How might this year’s Assassin’s Creed play if it wasn’t just named after Homer’s Odyssey, but modelled on it? For starters, it would probably forgo the open world genre’s usual rhythms of acquisition and conquest. The Odyssey is, after all, the account of a refugee, returning by sea in the aftermath of a ruinous war. Rather than letting you climb every mountain you see, a game based on this story might make a virtue of impotence, asking you to endure the whims of spiteful gods, beg shelter from wary rulers and use cunning rather than force to overcome monstrous creatures. It would trade the average open world’s glut of navigational aids for a meditation on alienation and forgetfulness: when Odysseus finally arrives at his home island he no longer recognises it, and can only wander the shoreline in despair.

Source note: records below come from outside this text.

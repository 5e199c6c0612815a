import type { Estimate } from '../estimate.js';
import { formatScore, missing } from '../format-number.js';
import { padTextEnd, padTextStart, textWidth } from './text-width.js';

/** A column of text: a head and cells that are all equally wide. */
export interface TextColumn {
  readonly head: string;
  readonly cells: readonly string[];
  readonly width: number;
}

/** How much room numbers get. */
export interface NumberStyle {
  readonly decimals: number;
  /** Decimals of numbers too large to be written out. */
  readonly exponentDecimals: number;
  /** What stands between the bounds of an interval. */
  readonly between: string;
}

/** Words, aligned at their start. */
export function wordColumn(head: string, words: readonly string[]): TextColumn {
  const width = widest([head, ...words]);
  return { head: padTextEnd(head, width), cells: words.map((word) => padTextEnd(word, width)), width };
}

/** Numbers, aligned at their end. */
export function numberColumn(head: string, numbers: readonly string[]): TextColumn {
  const width = widest([head, ...numbers]);
  return {
    head: padTextStart(head, width),
    cells: numbers.map((number) => padTextStart(number, width)),
    width,
  };
}

/**
 * Estimates with their intervals, as in "0.812 [0.771, 0.843]", each of the three numbers aligned at its end. Without
 * any interval the column holds the values alone. A cell that is null stays empty.
 */
export function estimateColumn(
  name: string,
  estimates: readonly (Estimate | null)[],
  { decimals, exponentDecimals, between }: NumberStyle,
  format: typeof formatScore = formatScore,
): TextColumn {
  const show = (value: number | undefined): string =>
    value === undefined ? '' : format(value, decimals, exponentDecimals);
  const values = estimates.map((estimate) => show(estimate?.value));
  const lows = estimates.map((estimate) => show(estimate?.interval?.low));
  const highs = estimates.map((estimate) => show(estimate?.interval?.high));
  if (widest(lows) === 0) return numberColumn(name, values);
  const width = widest([name, ...values]);
  const cells = estimates.map((estimate, i) => {
    if (estimate === null) return '';
    const low = padTextStart(lows[i]!, widest(lows));
    const high = padTextStart(highs[i]!, widest(highs));
    const bounds = estimate.interval === null ? missing : `[${low}${between}${high}]`;
    return `${padTextStart(values[i]!, width)} ${bounds}`;
  });
  return wordColumn(`${padTextStart(name, width)} [95 %]`, cells);
}

function widest(texts: readonly string[]): number {
  return texts.reduce((most, text) => Math.max(most, textWidth(text)), 0);
}
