def _quality_codes(readings: pd.DataFrame) -> Codes:
    """(row,) index into QUALITIES, -1 for a quality that is none; nothing given is measured."""
    if "quality" not in readings:
        return np.zeros(len(readings), dtype=np.int8)
    codes, names = pd.factorize(readings["quality"], use_na_sentinel=True)
    known = [QUALITIES.index(name) if name in QUALITIES else 0 if name == "" else -1 for name in names]
    # The last one is what -1, nothing given, finds.
    found: Codes = np.array([*known, 0], dtype=np.int8)[codes]
    return found


def _number(row: object) -> int | None:
    return int(row) if isinstance(row, (int, np.integer)) else None


def _out_of_order(rows: _Rows) -> int:
    """How many rows come after a later interval's row of the same meter."""
    order = np.argsort(rows.meter, kind="stable")
    back = np.diff(rows.step[order]) < 0
    return int((back & (np.diff(rows.meter[order]) == 0)).sum())


def _without_doubles(rows: _Rows, ids: pd.Index, clock: Clock, problems: list[Problem]) -> tuple[_Rows, int]:
    """Rows with each (meter, interval) once; doubles that disagree are added to `problems`.

    Of two that agree the worse quality stays.
    """
    key = rows.meter * clock.count + rows.step
    if (np.diff(key) > 0).all():
        return rows, 0
    order = np.lexsort((-rows.quality, key))
    same = np.append(False, np.diff(key[order]) == 0)[: len(key)]
    kw = rows.kw[order]
    before = np.append(np.nan, kw)[: len(key)]
    wrong = same & (kw != before) & ~(np.isnan(kw) & np.isnan(before))
    problems += [
        Problem(
            "meters",
            _number(rows.number[order[at]]),
            "kw",
            f"{kw[at]:g} for meter {ids[rows.meter[order[at]]]} at {clock.starts[rows.step[order[at]]]}Z, "
            f"where row {rows.number[order[at - 1]]} has {before[at]:g}",
            "one value per meter and interval",
            "find out which one holds and take the other out",
        )
        for at in np.flatnonzero(wrong)
    ]
    return rows.take(order[~same]), int(same.sum())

With its bustling map screen, abundance of gear categories, unlockable supermoves and many prizefights with gorgons and chimeras, Assassin’s Creed: Odyssey is not this game and nor does it pretend to be. But as narrative director Mel MacCoubrey explains, the developer’s readings of Homer alongside other ancient Greek authors have shaped Odyssey’s world, as the 20th Assassin’s Creed continues its predecessor’s push into the roleplaying genre. “We did a lot of research into Oedipus Rex, the Odyssey, crazy stuff like Lysistrata – all of these amazing Greek texts,” she recalls. “We looked at which of them would be structurally sound for an open world, and how we could mix the structure of an ancient epic and a Greek tragedy into one, and that very much influenced who the protagonists then became – they’re brought from tragedy into this big world experience, and you see it all through their eyes for the first time.”